SUPPLIED RECORDS section start

# The transformer element against its equivalent T circuit built from its
# data (Nilsson & Riedel ch. 9, the equivalent circuit of a linear transformer):
# Ll/2 + R1 in series, then Lm in parallel with the referred secondary
# Ll/2 + n^2 (R2 + RL).

def test_transformer_against_its_t_circuit():
    text = """
    voltage-source Vs v -> gnd 0 V stimulus=1 V
    resistor Rs v -> p 1 ohm
    transformer T1 p -> gnd, s -> gnd ratio=4 magnetising=3 mH leakage=40 uH primary-resistance=0.2 ohm secondary-resistance=15 mohm
    resistor RL s -> gnd 2 ohm
    """
    res = sweep(text, record=["z(p -> gnd)", "v(s) / v(p)"])
    w = omega(res)
    n, lm, ll = 4.0, 3e-3, 40e-6
    branch = 1j * w * ll / 2 + n * n * (0.015 + 2)
    zm = 1j * w * lm
    zin = 0.2 + 1j * w * ll / 2 + zm * branch / (zm + branch)
    close(res["z(p -> gnd)"], zin / (zin + 1.0))  # in parallel with Rs
    v_mid = zm * branch / (zm + branch)  # across Lm per ampere
    v2 = v_mid * (n * n * 2 / branch) / n  # referred load voltage, back to the secondary
    close(res["v(s) / v(p)"], v2 / zin)


# --- a DC machine seen from its terminals ---------------------------------------
# From the machine equations v = R i + L di/dt + k w and J dw/dt + B w = k i
# (Fitzgerald, Kingsley & Umans, Electric Machinery, ch. 7): the terminal
# impedance is Z = R + jwL + k^2/(B + jwJ); the motional part peaks at low
# frequency at k^2/B, and the mechanical and electrical resonances show.

MACHINE = """
voltage-source Vb v -> gnd 24 V
resistor Rb v -> a 10 ohm
dc-machine M1 a -> gnd shaft=rotor resistance=0.8 ohm inductance=1.2 mH constant=0.05 V*s/rad
inertia  J1 rotor 2e-4 kg*m^2
friction B1 rotor -> frame 1e-4 N*m*s/rad
"""


def machine_impedance(w):
    return 0.8 + 1j * w * 1.2e-3 + 0.05**2 / (1e-4 + 1j * w * 2e-4)


def test_dc_machine_terminal_impedance():
    res = sweep(MACHINE, "0.01 Hz", "10 kHz", record=["z(a -> gnd)"])
    zm = machine_impedance(omega(res))
    close(res["z(a -> gnd)"], zm * 10 / (zm + 10))  # in parallel with the bias resistor


def test_dc_machine_speed_and_torque_under_a_voltage_stimulus():
    text = MACHINE.replace("24 V\n", "24 V stimulus=1 V\n")
    res = sweep(text, "0.1 Hz", "1 kHz", record=["w(rotor)", "torque(M1)", "emf(M1)", "i(M1)"])
    w = omega(res)
    i = 1 / (10 + machine_impedance(w))
    speed = 0.05 * i / (1e-4 + 1j * w * 2e-4)  # rad/s
    close(res["i(M1)"], i)
    close(res["w(rotor)"], speed)
    close(res["torque(M1)"], 0.05 * i)
    close(res["emf(M1)"], 0.05 * speed)


def test_machine_with_brush_drop_far_past_its_band():
    # Biased at about 2 A, far past the 10 mA brush band: the drop is a
    # constant Vb there and has no small-signal part.
    text = MACHINE.replace("constant=0.05 V*s/rad", "constant=0.05 V*s/rad brush-drop=1 V")
    res = sweep(text, "1 Hz", "1 kHz", record=["z(a -> gnd)"])
    zm = machine_impedance(omega(res))
    close(res["z(a -> gnd)"], zm * 10 / (zm + 10))


# --- a diode at its operating point ---------------------------------------------
# Sedra & Smith, Microelectronic Circuits, ch. 4 (the small-signal model):
# r_d = n*Vt/I_D; exactly, for the Shockley law, 1/r_d = (I_D + Is)/(n*Vt),
# plus the 1e-12 S leakage floor of the model (grammar/README.md).

@pytest.mark.parametrize("bias, ideality", [(1e-3, 1.0), (10e-3, 1.8), (0.5, 1.0)])
def test_diode_small_signal_resistance(bias, ideality):
    text = f"""
    current-source Ib gnd -> a {bias} A stimulus=1 uA
    diode D1 a -> gnd saturation-current=1e-14 A ideality={ideality} temperature=300.15 K
    """
    res = parse(text).frequency(at=[1e3], record=["z(a -> gnd)", "v(a)", "i(D1)"])
    vt = 1.380649e-23 * 300.15 / 1.602176634e-19  # CODATA k and q at the temperature= given, 27 deg C
    g = (bias + 1e-14) / (ideality * vt) + 1e-12
    assert res["z(a -> gnd)"][0].real == pytest.approx(1 / g, rel=1e-9)
    assert abs(res["z(a -> gnd)"][0].imag) < 1e-12
    assert res["v(a)"][0].real == pytest.approx(1e-6 / g, rel=1e-9)
    # The diode's own current output, linearised: the whole stimulus flows in it.
    assert res["i(D1)"][0].real == pytest.approx(1e-6 * (1 - 1e-12 / g), rel=1e-6)


def test_diode_with_series_resistance_and_capacitance():
    text = """
    current-source Ib gnd -> a 5 mA stimulus=1 mA
    diode D1 a -> gnd resistance=2 ohm capacitance=1 nF temperature=300.15 K
    """
    res = sweep(text, "1 kHz", "100 MHz", record=["z(a -> gnd)", "i(D1)"])
    vt = 1.380649e-23 * 300.15 / 1.602176634e-19
    g = (5e-3 + 1e-14) / vt + 1e-12
    w = omega(res)
    z = 2 + 1 / (g + 1j * w * 1e-9)
    close(res["z(a -> gnd)"], z)
    close(res["i(D1)"], np.full_like(w, 1e-3), tol=1e-6)


# --- a switch in its DC state ------------------------------------------------------
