def _grid(sweeps: Sequence[nl.SweepStatement], original: Mapping[str, Quantity], blocks: Mapping[str, Quantity],
          spread_params: Mapping[str, str]) -> _Grid:
    axes: list[list[dict[str, float]]] = []
    grid = _Grid([], [], (), (), (), [])
    seen: set[str] = set()
    for st in sweeps:
        columns: list[tuple[str, list[float]]] = []
        for axis in st.axes:
            parameter, dim = _swept_parameter(axis, original, blocks, spread_params, seen)
            vals, scale = axis_values(axis, original, dim)
            if columns and len(vals) != len(columns[0][1]):
                raise InputError(f"sweep: {axis.name} has {_values(len(vals))} but {st.axes[0].name} has "
                                 f"{_values(len(columns[0][1]))}; names joined by 'and' step together",
                                 axis.span)
            columns.append((parameter, vals))
            nominal = parameter != axis.name
            grid.variables.append(Variable(f"nominal({axis.name})" if nominal else axis.name, parameter, dim,
                                           "sweep"))
            if nominal:
                grid.nominal_of.append(axis.name)
        count = len(columns[0][1])
        axes.append([{p: v[i] for p, v in columns} for i in range(count)])
        grid.labels += (tuple(v.label for v in grid.variables[-len(columns):]),)
        grid.shape += (count,)
        grid.scales += (scale,)
    grid.points = [dict(itertools.chain.from_iterable(d.items() for d in combo)) for combo in itertools.product(*axes)]
    return grid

SUPPLIED RECORDS section end

■ ACTIVITY
Write out the listing exactly from its first line to the line containing "v_mid = zm *". Both of those lines belong in the answer.

■ OUTPUT FOR THIS EXERCISE
# The transformer element against its equivalent T circuit built from its
# data (Nilsson & Riedel ch. 9, the equivalent circuit of a linear transformer):
# Ll/2 + R1 in series, then Lm in parallel with the referred secondary
# Ll/2 + n^2 (R2 + RL).

def test_transformer_against_its_t_circuit():
    text = """
    voltage-source Vs v -> gnd 0 V stimulus=1 V
    resistor Rs v -> p 1 ohm
    transformer T1 p -> gnd, s -> gnd ratio=4 magnetising=3 mH leakage=40 uH primary-resistance=0.2 ohm secondary-resistance=15 mohm
    resistor RL s -> gnd 2 ohm
    """
    res = sweep(text, record=["z(p -> gnd)", "v(s) / v(p)"])
    w = omega(res)
    n, lm, ll = 4.0, 3e-3, 40e-6
    branch = 1j * w * ll / 2 + n * n * (0.015 + 2)
    zm = 1j * w * lm
    zin = 0.2 + 1j * w * ll / 2 + zm * branch / (zm + branch)
    close(res["z(p -> gnd)"], zin / (zin + 1.0))  # in parallel with Rs
    v_mid = zm * branch / (zm + branch)  # across Lm per ampere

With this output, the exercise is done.